This project aims to create an Arabic sentiment analysis system, that takes advantage of the different text representation models like TF-IDF, Bag of words, and Bag of concepts in addition to exploring newer methods such as appraisal theory.
The general architecture of the system is the following:
The code for the system is organized into the following branches:
- AJGT: Code for Arabic sentiment analysis using classical machine learning models built using the AJGT dataset.
- ASTC: Code for Arabic sentiment analysis using classical machine learning models built using the ASTC dataset.
- ASTD: Code for Arabic sentiment analysis using classical machine learning models built using the ASTC dataset.
- LABR: Code for Arabic sentiment analysis using classical machine learning models built using the ASTC dataset.
- DL: Code for Arabic sentiment analysis using deep learning.

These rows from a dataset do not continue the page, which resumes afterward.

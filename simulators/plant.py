"""The simulated plant: a rigid mechanism (any :class:`shadow.robots.mechanism.Mechanism`) plus drive effects.

Everything is vectorised over a batch axis B of independent systems (robots or time windows side by side):
the rigid model is evaluated once per derivative call for the whole batch, each system with its own payload.

Symbols
-------
n         : number of actuators; p payload parameters; k platform DOF
q, qd     : (B, n) load-side actuator coordinates and rates, the rigid mechanism's [rad | m]
q_m, qd_m : (B, n) motor-side coordinates at the joint (only with a compliant coupling)
theta_p   : (B, p) payload parameters of each system
M, h      : (B, n, n), (B, n) mass matrix (rotor inertia included) and bias efforts of the rigid model
J_r       : (n,) reflected rotor inertia [kg m^2 | kg]
tau_a     : (B, n) actual drive effort (current-loop output) [N m | N]
u         : (B, n) commanded effort, held over a sample
w         : (B, k) external wrench on the platform; J (B, k, n) platform Jacobian

Equations
---------
Rigid plant (no coupling), the forward dynamics of the rigid model with drive effects:
    ``M(q) qdd = tau_a - tau_f(qd, T) + J^T w - h(q, qd)``
Compliant plant, two masses per actuator joined by the coupling effort ``tau_c = k dz(q_m - q) + c (qd_m - qd)``:
    ``J_r qdd_m = tau_a - tau_f(qd_m, T) - tau_c``  and  ``(M(q) - diag J_r) qdd = tau_c + J^T w - h(q, qd)``
(the model's M includes the rotors; the load side carries the rest). The external wrench maps to efforts by the
principle of virtual work, ``tau_ext = J^T w``.
Current loop, first-order lag of time constant T_c with u held from t_0:
    ``tau_a(t) = u + (tau_a(t_0) - u) exp(-(t - t_0) / T_c)``  (exact, evaluated at each integrator stage).
The integrator sees the transient ``(tau_a(t_k) - u) phi(s)``, ``phi(s) = exp(-s h / T_c)`` over a step, only at its
stage times, and a step longer than T_c misweighs it: RK4 integrates the velocity with Simpson's rule,
``(phi(0) + 4 phi(1/2) + phi(1)) / 6`` = 0.2225 for h = 5 T_c against the exact ``(1 - e^-x) / x`` = 0.1987
(x = h / T_c), which lags the plant's effective effort by a further 0.024 h. So every step ends with the difference
between the exact integrals of the transient and the method's quadrature of it (:func:`transient_weights`):
    ``dv = h A (tau_a(t_k) - u) w_v``,  ``dq = h^2 A (tau_a(t_k) - u) w_q``,
``w_v = (1 - e^-x) / x - quad_v``, ``w_q = 1 / x - (1 - e^-x) / x^2 - quad_q`` (the exact first and second integrals
of phi over the unit step), A the effort-to-acceleration map at the step's start (M^-1, or 1 / J_r on the motor side
with a coupling). It makes the transient's contribution exact for any step, up to the change of A within the step.

M and h for a per-system payload (the model's methods take one theta_p for all rows) come from the linearity
in theta_p: ``h = tau_known + Y_p theta_p`` of the rigid regressor at qdd = 0, and M by the cheaper exact route
of :func:`mass_terms`; when every row carries the same payload (always for B = 1) a delta or hexapod goes through
:class:`simulators.stage_terms.SharedRigidTerms`: the model's own M and h with the kinematics evaluated once per
stage (one delta on Python floats, equal to the model's to rounding), the cheapest route. A hexapod plant built
by :func:`simulators.run.demo_loop` integrates :class:`simulators.kinematics.WarmStartHexapod`, whose forward
kinematics starts from the last pose.

State layout: ``position = [q]`` (B, n) or ``[q, q_m]`` (B, 2n); ``velocity`` likewise.
"""

from __future__ import annotations

import enum
from collections.abc import Sequence
from dataclasses import dataclass, replace

import numpy as np
from numpy.typing import NDArray

from shadow.errors import ConfigurationError, ShapeError, expect_shape
from shadow.robots.mechanism import Mechanism
from simulators.effects import CompliantCoupling, DriveThermal, StribeckFriction
from simulators.integrators import Method, heun_step, rk4_step, second_order_derivative, symplectic_euler_step
from simulators.stage_terms import SharedRigidTerms

Array = NDArray[np.float64]


@dataclass(frozen=True, slots=True)
class HalfSinePulse:
    """Impact force pulses on the platform, one per system (peak 0 for none).

    ``w(t) = peak sin(pi (t - t_0) / d) direction`` for ``t_0 <= t <= t_0 + d``, else 0.
    ``direction`` (B, k) holds a unit wrench direction in the platform-Jacobian convention (for a hexapod,
    a pure force is ``[f; 0]`` at the platform origin).
    """

    start_s: Array  # (B,) t_0
    duration_s: Array  # (B,) d > 0
    peak: Array  # (B,) [N] (or the wrench's unit)
    direction: Array  # (B, k)

    def active(self, t: float) -> NDArray[np.bool_]:
        """(B,) True while the pulse pushes, ``t_0 < t < t_0 + d`` (peak non-zero)."""
        phase = (t - self.start_s) / self.duration_s
        return (phase > 0.0) & (phase < 1.0) & (self.peak != 0.0)

    def wrench(self, t: float) -> Array | None:
        """(B, k) wrench at time t, or None when no pulse is active in any system (saves the Jacobian call)."""
        phase = (t - self.start_s) / self.duration_s
        active = self.active(t)
        if not active.any():
            return None
        amplitude = np.where(active, self.peak * np.sin(np.pi * np.clip(phase, 0.0, 1.0)), 0.0)
        return amplitude[:, None] * self.direction


class PulseProfile(enum.Enum):
    """Shape of a platform force pulse over its normalised time phi = (t - t_0) / d, 0 < phi < 1."""

    HALF_SINE = "half_sine"  # sin(pi phi): smooth rise, kink at the ends
    HAVERSINE = "haversine"  # (1 - cos(2 pi phi)) / 2: smooth at the ends too
    TRIANGLE = "triangle"  # 1 - |2 phi - 1|: linear rise to the peak at half time, linear fall
    RECTANGLE = "rectangle"  # 1: a step on and off (a discontinuity the fixed-step integrator sees once each)


def pulse_shape(profile: PulseProfile, phase: Array) -> Array:
    """Normalised pulse height in [0, 1] at ``phase`` (any shape); 0 outside 0 < phase < 1."""
    phi = np.clip(np.asarray(phase, dtype=float), 0.0, 1.0)
    if profile is PulseProfile.HALF_SINE:
        shape = np.sin(np.pi * phi)
    elif profile is PulseProfile.HAVERSINE:
        shape = 0.5 * (1.0 - np.cos(2.0 * np.pi * phi))
    elif profile is PulseProfile.TRIANGLE:
        shape = 1.0 - np.abs(2.0 * phi - 1.0)
    else:
        shape = np.ones_like(phi)
    inside = (np.asarray(phase) > 0.0) & (np.asarray(phase) < 1.0)
    return np.where(inside, shape, 0.0)


@dataclass(frozen=True, slots=True)
class ShapedPulse:
    """Force pulses on the platform of a chosen profile, one per system (peak 0 for none).

    ``w(t) = peak shape((t - t_0) / d) direction`` for ``t_0 < t < t_0 + d`` (see :func:`pulse_shape`), else 0;
    with :attr:`PulseProfile.HALF_SINE` the same force as :class:`HalfSinePulse`. Fields as there.
    """

    start_s: Array  # (B,) t_0
    duration_s: Array  # (B,) d > 0
    peak: Array  # (B,) [N] (or the wrench's unit)
    direction: Array  # (B, k)
    profile: PulseProfile = PulseProfile.HALF_SINE

    def active(self, t: float) -> NDArray[np.bool_]:
        """(B,) True while the pulse pushes, ``t_0 < t < t_0 + d`` (peak non-zero)."""
        phase = (t - self.start_s) / self.duration_s
        return (phase > 0.0) & (phase < 1.0) & (self.peak != 0.0)

    def wrench(self, t: float) -> Array | None:
        """(B, k) wrench at time t, or None when no pulse is active in any system."""
        active = self.active(t)
        if not active.any():
            return None
        amplitude = np.where(active, self.peak * pulse_shape(self.profile, (t - self.start_s) / self.duration_s), 0.0)
        return amplitude[:, None] * self.direction
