def test_shipped_acl_is_make_acl_output() -> None:
    result = run_make_acl(str(EXAMPLE))
    assert result.returncode == 0, result.stderr
    assert result.stdout == ACL.read_text()


def test_make_acl_follows_topic_layout(tmp_path: Path) -> None:
    cfg = parse_with_secret(EXAMPLE.read_text(), CREDENTIALS_DIR, tmp_path)
    publishers = {f"ctl-{r.address.robot}": r.address for r in cfg.robots}
    expected = TopicLayout(cfg.topic_prefix).mosquitto_acl(publishers, service_user="shadow")
    shipped = ACL.read_text()
    body = "".join(line + "\n" for line in shipped.splitlines() if not line.startswith("#")).lstrip("\n")
    assert body.rstrip("\n") == expected.rstrip("\n")


def test_make_acl_custom_prefix_and_users(
    tmp_path: Path, make_acl: ModuleType, capsys: pytest.CaptureFixture[str]
) -> None:
    config = tmp_path / "plant.toml"
    config.write_text(
        '[mqtt]\ntopic_prefix = "acme/plant7/shadow"\nusername = "svc"\n'
        '[[robots]]\nsite = "s1"\ncell = "c1"\nrobot = "r1"\ndescription = "x.toml"\n'
        '[[robots]]\nsite = "s1"\ncell = "c2"\nrobot = "r1"\ndescription = "y.toml"\n'
    )
    code, out, err = call_make_acl(make_acl, capsys, str(config), "--user-format", "gw-{cell}-{robot}")
    assert code == 0, err
    assert "user svc\ntopic read acme/plant7/shadow/v1/#\n" in out
    assert "user gw-c2-r1\ntopic write acme/plant7/shadow/v1/s1/c2/r1/samples\n" in out


@pytest.mark.parametrize(
    ("text", "args", "message"),
    [
        ('[mqtt]\nusername = "svc"\n[[robots]]\nsite = "s"\ncell = "a"\nrobot = "r1"\n'
         '[[robots]]\nsite = "s"\ncell = "b"\nrobot = "r1"\n', [], "user 'ctl-r1' is already taken"),
        ('[[robots]]\nsite = "s"\ncell = "a"\nrobot = "r1"\n', [], "mqtt.username is not set"),
        ('[mqtt]\nusername = "svc"\n', [], "no \\[\\[robots\\]\\] entries"),
        ('[mqtt]\nusername = "svc"\n[[robots]]\nsite = "s"\ncell = "a/b"\nrobot = "r1"\n', [], "bad_topic: cell"),
        ('[mqtt]\nusername = "svc"\n[[robots]]\nsite = "s"\nrobot = "r1"\n', [], "robots\\[0\\]: missing cell"),
        ("[mqtt\n", [], "not valid TOML"),
    ],
)  # fmt: skip
def test_make_acl_refuses_bad_input(
    tmp_path: Path, make_acl: ModuleType, capsys: pytest.CaptureFixture[str], text: str, args: list[str], message: str
) -> None:
    config = tmp_path / "bad.toml"
    config.write_text(text)
    code, out, err = call_make_acl(make_acl, capsys, str(config), *args)
    assert code == 2
    assert out == ""
    assert re.search(message, err), err


# --- mosquitto.conf ------------------------------------------------------------------------------


def mosquitto_options(text: str) -> list[tuple[str, str]]:
    return [
        (line.split(" ", 1)[0], line.split(" ", 1)[1] if " " in line else "")
        for line in (raw.strip() for raw in text.splitlines())
        if line and not line.startswith("#")
    ]


def test_broker_configuration_choices() -> None:
    options = mosquitto_options(MOSQUITTO_CONF.read_text())
    first = {key: value for key, value in reversed(options)}
    assert first["allow_anonymous"] == "false"
    assert first["per_listener_settings"] == "false"  # one set of rules for every listener
    assert first["persistence"] == "true"
    assert int(first["max_inflight_messages"]) == 20  # RobotSubscription's inbox must hold the window
    assert int(first["max_queued_messages"]) > 0 and int(first["max_queued_bytes"]) > 0  # bounded memory
    # the wire format's 1 MiB message limit must fit in the broker's packet limit
    assert int(first["max_packet_size"]) > MAX_MESSAGE_BYTES
    listeners = [value for key, value in options if key == "listener"]
    assert listeners == ["1883 127.0.0.1", "8883"]
    tls_block = options[options.index(("listener", "8883")) :]
    assert {"certfile", "keyfile", "cafile"} <= {key for key, _ in tls_block}


# --- systemd unit --------------------------------------------------------------------------------


def test_unit_is_hardened() -> None:
    unit = unit_entries(UNIT.read_text())
    assert set(unit) == {"Unit", "Service", "Install"}
    service = {key: values[-1] for key, values in unit["Service"].items()}
    expected = {
        "DynamicUser": "yes",
        "ProtectSystem": "strict",
        "ProtectHome": "yes",
        "PrivateTmp": "yes",
        "NoNewPrivileges": "yes",
        "CapabilityBoundingSet": "",
        "StateDirectory": "shadow",
    }
    assert {key: service.get(key) for key in expected} == expected
    assert service["ExecStart"].split()[1:] == ["serve", "--config", "/etc/shadow/shadow.toml"]
    assert unit["Install"]["WantedBy"] == ["multi-user.target"]


def systemd_analyze() -> str:
    exe = shutil.which("systemd-analyze")
    if exe is None:
        pytest.skip("systemd-analyze is not installed (package systemd)")
    return exe


def runnable_unit(tmp_path: Path) -> Path:
    """The unit with ExecStart pointed at /bin/true, since shadow is not installed in /opt here."""
    text = UNIT.read_text()
    start = re.search(r"^ExecStart=(\S+)", text, re.MULTILINE)
    assert start is not None
    path = tmp_path / "shadow.service"
    path.write_text(text.replace(start.group(0), "ExecStart=/bin/true"))
    return path


def test_unit_passes_systemd_analyze_verify(tmp_path: Path) -> None:
    result = subprocess.run(
        [systemd_analyze(), "verify", str(runnable_unit(tmp_path))], capture_output=True, text=True, timeout=60
    )
    # verify reports unknown keys and bad values on stderr while still exiting 0, so both are checked
    assert result.returncode == 0 and result.stderr == "", result.stderr


def test_unit_exposure_is_low(tmp_path: Path) -> None:
    result = subprocess.run(
        [systemd_analyze(), "security", "--offline=yes", "--no-pager", str(runnable_unit(tmp_path))],
        capture_output=True,
        text=True,
        timeout=60,
    )
    found = re.search(r"Overall exposure level for shadow\.service: (\d+\.\d+)", result.stdout)
    assert found is not None, result.stdout + result.stderr
    # systemd's scale runs 0 (locked down) to 10 (unprotected); below 2.0 it rates "OK"
    assert float(found.group(1)) < 2.0, result.stdout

- Appraisal: Code for Arabic sentiment analysis using appraisal features.
- Deployment: Deployment of the system using Streamlit.
Each branch contains a details overview of the dataset used, as well as all the performance metrics.
- LABR (Large scale Arabic Book Reviews)
- AJGT (The Arabic Jordanian General Tweets)
- ASTC (Arabic Sentiment Twitter Corpus)
- ASTD (Arabic Sentiment Tweets Dataset)
The system supports the following text representation models:
- Bow (Bag of Words)
- TF-IDF (Term frequency, inverse document frequency)
- LSA (Latent semantic analysis)
- LDA (Latent Dirichlet allocation)
- BoC (Bag of Concepts)
- Appraisal groups
The previous text representation modes are used to create features for the following models:
- Naive bayes
- Logistic regression
- Support Vector Machine
- Random forest
As for deep learning, we opted for the BERT (Bidirectional Encoder Representations) model and its variants.